Another crisis for Newsnight as allegations emerge that victim who named Tory MP never saw a recent picture of ‘attacker’

Jonathan Brown
Saturday 10 November 2012 09:00 GMT
Mr Messham offered "sincere and humble apologies" to Lord McAlpine and his family
Mr Messham offered "sincere and humble apologies" to Lord McAlpine and his family (Getty Images)

BBC's Newsnight was facing a fresh crisis last night after a victim of the North Wales care home scandal admitted he had misidentified Tory peer Lord McAlpine as taking part in abuse.

The programme apologised "unreservedly" last night for broadcasting the report, and announced the cancellation of all current Newsnight investigations.

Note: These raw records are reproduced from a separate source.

import type { Budget } from '../arith/budget';
import type { Int } from '../arith/int';
import { integerElement, negateElement, type Element } from '../expression/element';
import { angle, integer, product, symbol, type Expression } from '../expression/expression';
import type { Condition } from '../expression/statement';
import { rationals } from '../field/rational';
import { localSquares, orderAt } from '../place/local-squares';
import type { RationalEntry } from '../place/rational-entry';
import { primeResidueField } from '../place/prime-residue-field';
import { localEntry, primeUnits } from '../place/rational-place';
import { thetaRing } from '../place/theta-ring';
import { degreesOf } from '../ring/degrees';
import { evaluate } from '../ring/evaluate';
import { localInvariants, localWittRing, type LocalInvariants, type WittVector } from '../ring/local-witt-ring';
import type { ResidueClass } from '../ring/residue-class-ring';
import { rankRing } from '../ring/signature-ring';
import type { Term } from '../ring/term';
import { writeResidueClass } from '../ring/write-residue-class';
import { etaFactors, isZero, minusOneElement, multiple, total } from '../ring/write-word';
import { checkConcreteConditions } from './concrete-conditions';
import type { DecidableField } from './decidable-field';
import type { Finding } from './finding';
import type { NormalizedDegree } from './outcome';
import { productClasses, productFinding, productValue } from './product-finding';
import { rationalDerivation } from './rational-derivation';
import { rankFinding } from './real-findings';
import { rationalStatement, type RationalStatement } from './rational-statement';

type Terms = readonly Term<RationalEntry>[];

const integerOf = (n: bigint): Element => (n < 0n ? negateElement(integerElement(-n)) : integerElement(n));

/**
 * ℚ_p with rational entries. Degree ≤ 0: rank, discriminant and Hasse invariant (J.-P. Serre, A Course in Arithmetic, IV.2.3,
 * Theorem 7). Degree 1: the product of the entries and the Witt class. Degree 2: K^M_2(ℚ_p) is μ(ℚ_p) plus a uniquely divisible
 * group (C. Moore; J. Milnor, Introduction to Algebraic K-Theory, Appendix), and rational symbols are torsion, so the tame symbol
 * decides for odd p and the Hilbert symbol for p = 2. Degree ≥ 3: 0, for I³(ℚ_p) = 0 and K^M_n is uniquely divisible.
 *
 * Canonical forms, with ρ = ηᵏ[a][b] the generator of I²(ℚ_p), [p][s] for odd p (s the least non-residue), [−1][−1] for p = 2:
 * degree 2: [p][u], or [−1][−1]; degree 1: [x] + c·ηρ; degree n ≤ 0: r·η⁻ⁿ + η¹⁻ⁿ[d] + c·η²⁻ⁿρ with r the rank (modulo 2 for
 * n < 0), d a representative of the square classes, c in {0, 1}.
 */
export function padicField(p: bigint): DecidableField {
  const squares = localSquares(p);
  const ring = localWittRing<RationalEntry>(squares, (entry) => squares.classOf(entry.value));
  const tame = thetaRing<RationalEntry, Int>(primeUnits(p), ({ value }) => localEntry(value, p, orderAt(value, p)));
  const nonResidue = squares.representatives[1] ?? 1n;
  const rho = p === 2n ? [minusOneElement, minusOneElement] : [integerElement(p), integerElement(nonResidue)];
  const tex = `\\mathbb{Q}_{${p}}`;

  const invariants = (vector: WittVector | undefined): LocalInvariants =>
    localInvariants(squares, vector ?? new Array<number>(squares.size).fill(0));
  const tameSymbols = (terms: Terms, budget: Budget): ResidueClass<Int> | undefined =>
    p === 2n ? undefined : evaluate(terms, tame, budget).get(2)?.d;
  const square = (c: number): Element => integerOf(squares.representatives[c] ?? 1n);

  return {
    name: `Q_${p}`,
    tex,
    decide(left, right, conditions, budget) {
      const statement = read([left, right], conditions, budget);
      const [l = [], r = []] = statement.sides;
      const [lw, rw] = [evaluate(l, ring, budget), evaluate(r, ring, budget)];
      const findings = degreesOf([...l, ...r]).flatMap((degree): readonly Finding[] => {
        if (degree > 2) return [pairFinding('class', degree, integer(0n), integer(0n), '0', true, true)];
        if (degree === 2 && p !== 2n) return [tameFinding(tameSymbols(l, budget), tameSymbols(r, budget))];
        const values = [invariants(lw.get(degree)), invariants(rw.get(degree))] as const;
        return [
          ...(degree === 1 ? [degreeOneProduct(statement, values, budget)] : []),
          ...(degree === 0 ? [rankFinding(l, r, budget)] : []),
          ...wittFindings(degree, ...values),
        ];
      });
      return { findings, theorem: THEOREM };
    },
    normalForm(expression, conditions, budget) {
      const statement = read([expression], conditions, budget);
      const [terms = []] = statement.sides;
      const witt = evaluate(terms, ring, budget);
      const rank = BigInt(evaluate(terms, rankRing, budget).get(0) ?? 0);
      return degreesOf(terms)
        .map((degree): NormalizedDegree => {
          const value = witt.get(degree) ?? [];
          const normalForm =
            degree > 2
              ? total([])
              : degree === 2
                ? degreeTwo(tameSymbols(terms, budget), value)
                : degree === 1
                  ? degreeOne(statement, value, budget)
                  : lowDegree(degree, degree === 0 ? rank : undefined, value);
          return { degree, normalForm, canonical: true };
        })
        .filter(({ normalForm }) => !isZero(normalForm));
    },
    derivation: (expression, form, _conditions, budget) =>
      rationalDerivation(
        expression,
        form,
        'rank, discriminant, Hasse invariant and the symbols of degrees 1 and 2',
        budget,
      ),
    sideConditions: () => [],
  };

  /** The product of the entries; modulo h only its square class is left. */
  function degreeOneProduct(
    statement: RationalStatement,
    [left, right]: readonly [LocalInvariants, LocalInvariants],
    budget: Budget,
  ): Finding {
    const finding = productFinding(statement, `${tex}^{\\times}`, budget);
    return { ...finding, sameModH: left.discriminant === right.discriminant };
  }

  function wittFindings(degree: number, left: LocalInvariants, right: LocalInvariants): readonly Finding[] {
    const findings: Finding[] = [];
    if (degree < 0)
      findings.push(
        pairFinding(
          'rank',
          degree,
          integer(BigInt(left.rank)),
          integer(BigInt(right.rank)),
          '\\mathbb{Z}/2',
          true,
          left.rank === right.rank,
        ),
      );
    if (degree < 1) {
      const same = left.discriminant === right.discriminant;
      const write = (c: number): Expression => angle([square(c)]);
      const target = `${tex}^{\\times}/${tex}^{\\times 2}`;
      const finding = pairFinding(
        'discriminant',
        degree,
        write(left.discriminant),
        write(right.discriminant),
        target,
        true,
        same,
      );
      findings.push({ ...finding, zero: left.discriminant === 0 && right.discriminant === 0 });
    }
    const hasse = (bit: 0 | 1): Expression => multiple(bit === 0 ? 1n : -1n, []);
    // in degree 2 over ℚ_2 the Hilbert symbol is also the class modulo η
    const sameHasse = left.hasse === right.hasse;
    const finding = pairFinding(
      'hasse',
      degree,
      hasse(left.hasse),
      hasse(right.hasse),
      '\\{\\pm 1\\}',
      degree < 2 || sameHasse,
      sameHasse,
    );
    findings.push({ ...finding, zero: left.hasse === 0 && right.hasse === 0 });
    return findings.map((found) => ({ ...found, place: p.toString() }));
  }

  function tameFinding(left: ResidueClass<Int> | undefined, right: ResidueClass<Int> | undefined): Finding {
    const write = (x: ResidueClass<Int> | undefined): Expression => writeResidueClass(primeResidueField(p), 1, x);
    const same = left?.unit === right?.unit;
    const sameModH = same || (left?.squareClass ?? 0) === (right?.squareClass ?? 0);
    return {
      ...pairFinding('residue', 2, write(left), write(right), `\\mathbb{F}_{${p}}^{\\times}`, same, sameModH),
      place: p.toString(),
    };
  }

  function degreeTwo(tameSymbol: ResidueClass<Int> | undefined, value: WittVector): Expression {
    if (p !== 2n) return writeResidueClass(primeResidueField(p), 1, tameSymbol, [symbol([integerElement(p)])]);
    return invariants(value.length === 0 ? undefined : value).hasse === 1
      ? product(rho.map((a) => symbol([a])))
      : total([]);
  }

  function degreeOne(statement: RationalStatement, value: WittVector, budget: Budget): Expression {
    const { base, products } = productClasses(statement, budget);
    const x = productValue(base, products[0]);
    const rest = new Array<number>(squares.size).fill(0).map((_, c) => value[c] ?? 0);
    const at = squares.classOf(x);
    rest[at] = ((rest[at] ?? 0) - 1) & 7;
    rest[0] = ((rest[0] ?? 0) + 1) & 7;
    return total([
      ...(rationals.equal(x, rationals.one) ? [] : [symbol([rationals.write(x)])]),
      ...(invariants(rest).hasse === 1 ? [rhoTimes(1)] : []),
    ]);
  }

  function lowDegree(degree: number, rank: bigint | undefined, value: WittVector): Expression {
    const rest = new Array<number>(squares.size).fill(0).map((_, c) => value[c] ?? 0);
    const parity = BigInt(invariants(rest).rank);
    const r = rank ?? parity;
    rest[0] = ((rest[0] ?? 0) - Number(BigInt.asUintN(3, r))) & 7;
    const { discriminant, hasse } = invariants(rest);
    return total([
      ...(r === 0n ? [] : [multiple(r, etaFactors(-degree))]),
      ...(discriminant === 0 ? [] : [multiple(1n, [...etaFactors(1 - degree), symbol([square(discriminant)])])]),
      ...(hasse === 0 ? [] : [rhoTimes(2 - degree)]),
    ]);
  }

  function rhoTimes(etas: number): Expression {
    return multiple(1n, [...etaFactors(etas), ...rho.map((a) => symbol([a]))]);
  }
}

const THEOREM =
  'Forms over Q_p are classified by rank, discriminant and Hasse invariant (J.-P. Serre, A Course in Arithmetic, IV.2.3), K_2 of Q_p is ' +
  'its roots of unity plus a uniquely divisible group (C. Moore; J. Milnor, Introduction to Algebraic K-Theory, Appendix), and rational ' +
  'symbols are torsion in K_2 (Tate). With the pull-back theorem (F. Morel, Comment. Math. Helv. 79, 2004) this is complete for rational entries.';

function read(expressions: readonly Expression[], conditions: readonly Condition[], budget: Budget): RationalStatement {
  checkConcreteConditions(rationals, conditions, budget);
  return rationalStatement(expressions, budget);
}

function pairFinding(
  map: Finding['map'],
  degree: number,
  left: Expression,
  right: Expression,
  target: string,
  sameModEta: boolean,
  sameModH: boolean,
): Finding {
  return {
    map,
    degree,
    same: sameModEta && sameModH,
    zero: isZero(left) && isZero(right),
    sameModEta,
    sameModH,
    left: () => left,
    right: () => right,
    target: () => target,
    reason: () => `The two values in degree ${degree} differ.`,
  };
}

It is claimed that reporters from the programme, which is already the subject of an internal investigation over its decision to drop a previous investigation into Sir Jimmy Savile, failed to show Steve Messham a recent photograph of the former Tory party treasurer. Furthermore, Newsnight did not put the allegations to Lord McAlpine before broadcasting them.

In an apology broadcast on last night's programme, Newsnight said: "We broadcast Mr Messham's claim but did not identify the individual concerned. Mr Messham has tonight made a statement that makes clear he wrongly identified his abuser and has apologised. We also apologise unreservedly for having broadcast this report."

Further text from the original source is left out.